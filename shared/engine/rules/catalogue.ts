import { blockDeleteMatters } from './block-delete-matters';
import { cutShort } from './cut-short';
import { emptyProgram } from './empty-program';
import { letterForDigit } from './letter-for-digit';
import { longBlock } from './long-block';
import { missingEnd } from './missing-end';
import { missingWord } from './missing-word';
import { modalConflict } from './modal-conflict';
import { nestedComment } from './nested-comment';
import { noDecimalPoint } from './no-decimal-point';
import { notModelled } from './not-modelled';
import { oddCharacters } from './odd-characters';
import { outOfRangeWord } from './out-of-range-word';
import { repeatedWord } from './repeated-word';
import { textAfterEnd } from './text-after-end';
import { unreadableBlock } from './unreadable-block';
import { compensationEntry } from './compensation-entry';
import { diameterOffsetOtherTool } from './diameter-offset-other-tool';
import { distanceNotStated } from './distance-not-stated';
import { localShiftLeft } from './local-shift-left';
import { machineMoveInIncremental } from './machine-move-in-incremental';
import { planeNotStated } from './plane-not-stated';
import { positionAssumed } from './position-assumed';
import { rotaryLeftTurned } from './rotary-left-turned';
import { splitMachineMove } from './split-machine-move';
import { stateLeftOver } from './state-left-over';
import { unitsChange } from './units-change';
import { unitsMismatch } from './units-mismatch';
import { unitsNotStated } from './units-not-stated';
import { workOffsetNotStated } from './work-offset-not-stated';
import { workOffsetUnset } from './work-offset-unset';
import { cutNoFeed } from './cut-no-feed';
import { feedAboveMachine } from './feed-above-machine';
import { speedAboveSpindle } from './speed-above-spindle';
import { speedAboveTool } from './speed-above-tool';
import { speedBelowSpindle } from './speed-below-spindle';
import { speedNotStated } from './speed-not-stated';
import { spindleOnAtChange } from './spindle-on-at-change';
import { spindleOnAtProbe } from './spindle-on-at-probe';
import { arcCentreMissing } from './arc-centre-missing';
import { arcImpossible } from './arc-impossible';
import { arcRadiusMismatch } from './arc-radius-mismatch';
import { cycleLeftOn } from './cycle-left-on';
import { changeNotProven } from './change-not-proven';
import { handWork } from './hand-work';
import { pauseInProgram } from './pause-in-program';
import { probeInProgram } from './probe-in-program';
import type { Rule } from './rule';

/** Every rule, alphabetical within its group; one import line and one entry line a rule. */
export const RULES: readonly Rule[] = [
  // reading
  blockDeleteMatters,
  cutShort,
  emptyProgram,
  letterForDigit,
  longBlock,
  missingEnd,
  missingWord,
  modalConflict,
  nestedComment,
  noDecimalPoint,
  notModelled,
  oddCharacters,
  outOfRangeWord,
  repeatedWord,
  textAfterEnd,
  unreadableBlock,
  // state
  compensationEntry,
  diameterOffsetOtherTool,
  distanceNotStated,
  localShiftLeft,
  machineMoveInIncremental,
  planeNotStated,
  positionAssumed,
  rotaryLeftTurned,
  splitMachineMove,
  stateLeftOver,
  unitsChange,
  unitsMismatch,
  unitsNotStated,
  workOffsetNotStated,
  workOffsetUnset,
  // spindle-and-feed
  cutNoFeed,
  feedAboveMachine,
  speedAboveSpindle,
  speedAboveTool,
  speedBelowSpindle,
  speedNotStated,
  spindleOnAtChange,
  spindleOnAtProbe,
  // arcs-and-cycles
  arcCentreMissing,
  arcImpossible,
  arcRadiusMismatch,
  cycleLeftOn,
  // unattended
  changeNotProven,
  handWork,
  pauseInProgram,
  probeInProgram,
];
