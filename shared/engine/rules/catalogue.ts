import { blockDeleteMatters } from './block-delete-matters';
import { cutShort } from './cut-short';
import { emptyProgram } from './empty-program';
import { letterForDigit } from './letter-for-digit';
import { longBlock } from './long-block';
import { missingEnd } from './missing-end';
import { missingWord } from './missing-word';
import { modalConflict } from './modal-conflict';
import { nestedComment } from './nested-comment';
import { noDecimalPoint } from './no-decimal-point';
import { notModelled } from './not-modelled';
import { oddCharacters } from './odd-characters';
import { outOfRangeWord } from './out-of-range-word';
import { repeatedWord } from './repeated-word';
import { textAfterEnd } from './text-after-end';
import { unreadableBlock } from './unreadable-block';
import { compensationEntry } from './compensation-entry';
import { diameterOffsetOtherTool } from './diameter-offset-other-tool';
import { distanceNotStated } from './distance-not-stated';
import { localShiftLeft } from './local-shift-left';
import { machineMoveInIncremental } from './machine-move-in-incremental';
import { planeNotStated } from './plane-not-stated';
import { positionAssumed } from './position-assumed';
import { rotaryLeftTurned } from './rotary-left-turned';
import { splitMachineMove } from './split-machine-move';
import { stateLeftOver } from './state-left-over';
import { unitsChange } from './units-change';
import { unitsMismatch } from './units-mismatch';
import { unitsNotStated } from './units-not-stated';
import { workOffsetNotStated } from './work-offset-not-stated';
import { workOffsetUnset } from './work-offset-unset';
import { changeWithoutTool } from './change-without-tool';
import { colletGrip } from './collet-grip';
import { cutBeforeChange } from './cut-before-change';
import { holderFamily } from './holder-family';
import { lifeShort } from './life-short';
import { mustNotTurn } from './must-not-turn';
import { notMeasured } from './not-measured';
import { numberOrder } from './number-order';
import { oneNumberTwoTools } from './one-number-two-tools';
import { preselectLeftOver } from './preselect-left-over';
import { selectedNotChanged } from './selected-not-changed';
import { tooHeavy } from './too-heavy';
import { tooLongForPocket } from './too-long-for-pocket';
import { tooLongToCross } from './too-long-to-cross';
import { tooWideForPocket } from './too-wide-for-pocket';
import { toolByHand } from './tool-by-hand';
import { toolCommentDisagrees } from './tool-comment-disagrees';
import { toolInTwoPockets } from './tool-in-two-pockets';
import { toolNotLoaded } from './tool-not-loaded';
import { toolUnknown } from './tool-unknown';
import { turnsWrongWay } from './turns-wrong-way';
import { flutesShort } from './flutes-short';
import { lengthOffsetCancelledLow } from './length-offset-cancelled-low';
import { lengthOffsetDisagrees } from './length-offset-disagrees';
import { lengthOffsetMissing } from './length-offset-missing';
import { lengthOffsetOtherTool } from './length-offset-other-tool';
import { lengthOffsetStale } from './length-offset-stale';
import { reachShort } from './reach-short';
import { beamMeetsRack } from './beam-meets-rack';
import { beyondTravel } from './beyond-travel';
import { bootBelowTip } from './boot-below-tip';
import { entersRack } from './enters-rack';
import { entersZone } from './enters-zone';
import { intoSpoilboard } from './into-spoilboard';
import { nearTravel } from './near-travel';
import { obstacle } from './obstacle';
import { outsideSpoilboard } from './outside-spoilboard';
import { plungeAtRapid } from './plunge-at-rapid';
import { rapidInStock } from './rapid-in-stock';
import { stockNotStated } from './stock-not-stated';
import { chipLoad } from './chip-load';
import { cutNoFeed } from './cut-no-feed';
import { cutSpindleOff } from './cut-spindle-off';
import { dustOrVacuumOff } from './dust-or-vacuum-off';
import { dwellInCut } from './dwell-in-cut';
import { feedAboveMachine } from './feed-above-machine';
import { noSpinUp } from './no-spin-up';
import { speedAboveSpindle } from './speed-above-spindle';
import { speedAboveTool } from './speed-above-tool';
import { speedBelowSpindle } from './speed-below-spindle';
import { speedNotStated } from './speed-not-stated';
import { spindleOnAtChange } from './spindle-on-at-change';
import { spindleOnAtProbe } from './spindle-on-at-probe';
import { startRepeatedOnRestore } from './start-repeated-on-restore';
import { arcCentreMissing } from './arc-centre-missing';
import { arcImpossible } from './arc-impossible';
import { arcRadiusMismatch } from './arc-radius-mismatch';
import { cycleLeftOn } from './cycle-left-on';
import { cyclePlane } from './cycle-plane';
import { cycleWordsMissing } from './cycle-words-missing';
import { changeNotProven } from './change-not-proven';
import { handWork } from './hand-work';
import { pauseInProgram } from './pause-in-program';
import { probeInProgram } from './probe-in-program';
import { raisesAlarm } from './raises-alarm';
import { neverEnds } from './never-ends';
import { subprogramLoop } from './subprogram-loop';
import { subprogramMissing } from './subprogram-missing';
import type { Rule } from './rule';

/** Every rule, alphabetical within its group; one import line and one entry line a rule. */
export const RULES: readonly Rule[] = [
  // reading
  blockDeleteMatters,
  cutShort,
  emptyProgram,
  letterForDigit,
  longBlock,
  missingEnd,
  missingWord,
  modalConflict,
  nestedComment,
  neverEnds,
  noDecimalPoint,
  notModelled,
  oddCharacters,
  outOfRangeWord,
  raisesAlarm,
  repeatedWord,
  subprogramLoop,
  subprogramMissing,
  textAfterEnd,
  unreadableBlock,
  // state
  compensationEntry,
  diameterOffsetOtherTool,
  distanceNotStated,
  localShiftLeft,
  machineMoveInIncremental,
  planeNotStated,
  positionAssumed,
  rotaryLeftTurned,
  splitMachineMove,
  stateLeftOver,
  unitsChange,
  unitsMismatch,
  unitsNotStated,
  workOffsetNotStated,
  workOffsetUnset,
  // tools
  changeWithoutTool,
  colletGrip,
  cutBeforeChange,
  holderFamily,
  lifeShort,
  mustNotTurn,
  notMeasured,
  numberOrder,
  oneNumberTwoTools,
  preselectLeftOver,
  selectedNotChanged,
  tooHeavy,
  tooLongForPocket,
  tooLongToCross,
  tooWideForPocket,
  toolByHand,
  toolCommentDisagrees,
  toolInTwoPockets,
  toolNotLoaded,
  toolUnknown,
  turnsWrongWay,
  // length
  flutesShort,
  lengthOffsetCancelledLow,
  lengthOffsetDisagrees,
  lengthOffsetMissing,
  lengthOffsetOtherTool,
  lengthOffsetStale,
  reachShort,
  // travel-and-clearance
  beamMeetsRack,
  beyondTravel,
  bootBelowTip,
  entersRack,
  entersZone,
  intoSpoilboard,
  nearTravel,
  obstacle,
  outsideSpoilboard,
  plungeAtRapid,
  rapidInStock,
  stockNotStated,
  // spindle-and-feed
  chipLoad,
  cutNoFeed,
  cutSpindleOff,
  dustOrVacuumOff,
  dwellInCut,
  feedAboveMachine,
  noSpinUp,
  speedAboveSpindle,
  speedAboveTool,
  speedBelowSpindle,
  speedNotStated,
  spindleOnAtChange,
  spindleOnAtProbe,
  startRepeatedOnRestore,
  // arcs-and-cycles
  arcCentreMissing,
  arcImpossible,
  arcRadiusMismatch,
  cycleLeftOn,
  cyclePlane,
  cycleWordsMissing,
  // unattended
  changeNotProven,
  handWork,
  pauseInProgram,
  probeInProgram,
];
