import { describe, test } from 'vitest';
import { checkRule } from '../testing/check-rule';
import { handWork } from './hand-work';

describe('hand-work', () => {
  test('flags what is said on the block of a stop, or just above it', () => {
    checkRule(
      handWork,
      {},
      `
G21 G90 G54
M0 (TURN THE PART OVER)
    ^^^^^^^^^^^^^^^^^^ hand-work (note, unattended hold): At this stop the program says: “TURN THE PART OVER”.
G4 P1
(MSG, MOVE THE CLAMP)
 ^^^^^^^^^^^^^^^^^^^ hand-work: At this stop the program says: “MOVE THE CLAMP”.
M0
M30
`,
    );
  });

  test('stays silent on a stop with nothing said near it, and on comments that are no stop', () => {
    checkRule(
      handWork,
      {},
      `
(DOOR LEFT)
(TOOL 1 - 10 MM END MILL)
G21 G90 G54
G4 P1
M0
M30
`,
    );
  });
});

───

== Activity ==
Check each line of the data above for the word "CLAMP", then state how many lines have it. Give the number alone.

== Result of the exercise ==
2